Salimos. El barrio olía a pan recién horneado y a cilantro —sí, lo sé, divide familias—. El cielo jugaba a ser lienzo, y por primera vez en mucho tiempo sentí que yo no era la mancha, sino la línea. Subimos al carro. Ana practicó su nuevo deporte: agarrarme el mechón suelto y reírse como si yo fuera el mejor juguete.
El coliseo del instituto siempre me había parecido demasiado grande. Ese día se me encogió y me abrazó. Padres, abuelas, amigos y enemigos convertidos en espectadores. La psicóloga repartía pañuelos como si fueran diplomas. La rectora, con voz de locutora, anunciaba nombres y el eco repetía dos veces cada logro.

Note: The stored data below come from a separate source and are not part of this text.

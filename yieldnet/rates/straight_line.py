"""A straight line through points, by weighted least squares.

With known errors the standard deviations of slope and intercept follow from those alone, and the
sum of squares is tested by chi-square. Without them the errors come from the scatter.
"""

from __future__ import annotations

from dataclasses import dataclass
from math import isinf
from typing import TYPE_CHECKING

from yieldnet.balance.chi_square import chi_square_tail

if TYPE_CHECKING:
    from collections.abc import Sequence

__all__ = ["StraightLine", "chance_beyond", "fit_straight_line"]


@dataclass(frozen=True, slots=True, kw_only=True)
class StraightLine:
    """A line y = intercept + slope x with its errors.

    Parameters
    ----------
    slope, intercept : float
        In the units of y/x and of y; the intercept is 0 where the line is held to the origin.
    slope_sd, intercept_sd : float
        Standard deviations in the same units.
    chi_square : float
        Weighted sum of squares of the residuals; with weights of 1 the plain sum [-].
    degrees_of_freedom : int
        Points less the numbers fitted [-].
    residual_sd : float or None
        Root of sum of squares over degrees of freedom, in the unit of y where no errors were
        given; ``None`` without degrees of freedom.
    r_squared : float or None
        Share of the weighted sum of squares that the line explains, about the mean (about zero
        for a line through the origin) [-]; ``None`` where all y are alike.
    p_value : float or None
        Chance of a larger chi-square if the errors are as stated [-]; ``None`` without stated
        errors or degrees of freedom.
    """

    slope: float
    intercept: float
    slope_sd: float
    intercept_sd: float
    chi_square: float
    degrees_of_freedom: int
    residual_sd: float | None
    r_squared: float | None
    p_value: float | None


def chance_beyond(chi_square: float, degrees_of_freedom: int) -> float | None:
    """Chance that chi-square exceeds a value; ``None`` without degrees of freedom.

    Examples
    --------
    >>> round(chance_beyond(3.841458820694124, 1), 9)
    0.05
    """
    if degrees_of_freedom < 1:
        return None
    # Replicates that share all their errors and differ have no end to their chi-square.
    return 0.0 if isinf(chi_square) else chi_square_tail(chi_square, degrees_of_freedom)


def fit_straight_line(
    x: Sequence[float],
    y: Sequence[float],
    sds: Sequence[float] | None = None,
    *,
    through_origin: bool = False,
) -> StraightLine:
    """Straight line of least weighted squares.

    Parameters
    ----------
    x, y : sequence of float
        Points, in any units.
    sds : sequence of float or None
        Standard deviation of each y; ``None`` to take the errors from the scatter.
    through_origin : bool
        Whether the intercept is held at 0.

    Returns
    -------
    StraightLine
        Slope and intercept with their standard deviations, and the goodness of the fit.

    Raises
    ------
    ValueError
        If there are too few different x for a line, a standard deviation is not positive, or
        there is neither an error nor a scatter.

    Notes
    -----
    Sums are taken about the weighted mean of x, so that large x with little spread lose no
    digits.

    Examples
    --------
    >>> line = fit_straight_line([0, 1, 2], [1.0, 3.0, 5.0])
    >>> line.slope, line.intercept
    (2.0, 1.0)
    """
    import numpy as np

    fitted = 1 if through_origin else 2
    along, up = np.asarray(x, float), np.asarray(y, float)
    if sds is not None and min(sds) <= 0:
        raise ValueError("a standard deviation is not positive")
    weight = np.ones_like(along) if sds is None else 1 / np.asarray(sds, float) ** 2
    total = weight.sum()
    x_mean = 0.0 if through_origin else float(weight @ along / total)
    y_mean = 0.0 if through_origin else float(weight @ up / total)
    spread = float(weight @ (along - x_mean) ** 2)
    if len(along) < fitted or not spread > 0:
        raise ValueError("too few different x for a line")
    slope = float(weight @ ((along - x_mean) * (up - y_mean))) / spread
    residuals = (up - y_mean) - slope * (along - x_mean)
    chi_square = float(weight @ residuals**2)
    freedom = len(along) - fitted
    variance = chi_square / freedom if freedom else None
    if sds is None and variance is None:
        raise ValueError("neither errors nor a scatter to take them from")
    scale = 1.0 if sds is not None or variance is None else variance
    about_mean = float(weight @ (up - y_mean) ** 2)
    intercept_variance = 0.0 if through_origin else 1 / total + x_mean**2 / spread
    return StraightLine(
        slope=slope,
        intercept=y_mean - slope * x_mean,
        slope_sd=float(np.sqrt(scale / spread)),
        intercept_sd=float(np.sqrt(scale * intercept_variance)),
        chi_square=chi_square,
        degrees_of_freedom=freedom,
        residual_sd=None if variance is None else float(np.sqrt(variance)),
        r_squared=1 - chi_square / about_mean if about_mean > 0 else None,
        p_value=None if sds is None else chance_beyond(chi_square, freedom),
    )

Busqué con la mirada una cara conocida y la encontré sin esfuerzo. Alexander, con una bolsa de panadería. Me levantó la bolsa como quien muestra un trofeo. Entendí el mensaje sin palabras: no venía con discursos, venía con pan. Me acerqué. Nos miramos. A veces uno tiene que atravesar el puente del ridículo para llegar al territorio de la verdad.
—¿Hiciste fila? —le dije, porque empezar por el pan era más fácil que empezar por las culpas.
—¿Crees que llegué temprano por ti? —intentó bromear, pero la comisura de la boca le tembló—. Llegué por el dos por uno.
Reímos. Se nos aflojaron tres nudos de golpe. Caminamos hasta una banca. Detrás de nosotros, Yoongi saludó con un gesto mínimo, ese que significa “estoy, pero no invado”. Seokjin me hizo una mueca de modelo en pasarela y casi me saca un “no me hagas reír que lloro”.
—Traje cosas de limón —dijo Alexander, abriendo la bolsa como si revelara una sorpresa—. Son tus favoritas.
—Me espías, entonces —acusé.
—Te escucho —corrigió, serio—. Estoy aprendiendo.
Nos quedamos un momento en esa palabra: aprender. La gente cree que el perdón es una palanca. Es más bien un músculo cansado que se fortalece con repeticiones pequeñas y sin foto. Alexander no me pidió que borrara lo que pasó. Me contó que dejó de jugar con quienes jugaban conmigo, que la terapia lo estaba asustando para bien, que su madre le dijo que la lealtad no es “quedar bien” sino “hacer bien”, que la culpa sirve únicamente si empuja a reparar.
—No sé si algún día baje la deuda —admitió—. Pero puedo pagar la cuota de hoy.
—La de hoy es estar aquí sin hacer show —le dije, agarrándole la mano un segundo—. Y traer limón.
Me sonrió con alivio. A veces somos simples: un gesto y medio pan arreglan mejor que veinte párrafos.
Nos interrumpió el altavoz. Llamaron mi nombre. Danna chilló como si fuera compactadora de felicidad. Alejandro me aplaudió con ambas manos encima de la cabeza. Yo caminé al frente con el corazón corriendo y las piernas en negociaciones. La rectora me entregó la mención. “Por excelencia académica y resiliencia ejemplar”. No me gustan las medallas que convierten el dolor en medalla, pero que el instituto supiera nombrar lo que pasé —sin espectáculo— me hizo sentir vista.
—Heliana —me dijo la rectora, ya sin micrófono—, sigue escuchándote. Ahí está tu brújula.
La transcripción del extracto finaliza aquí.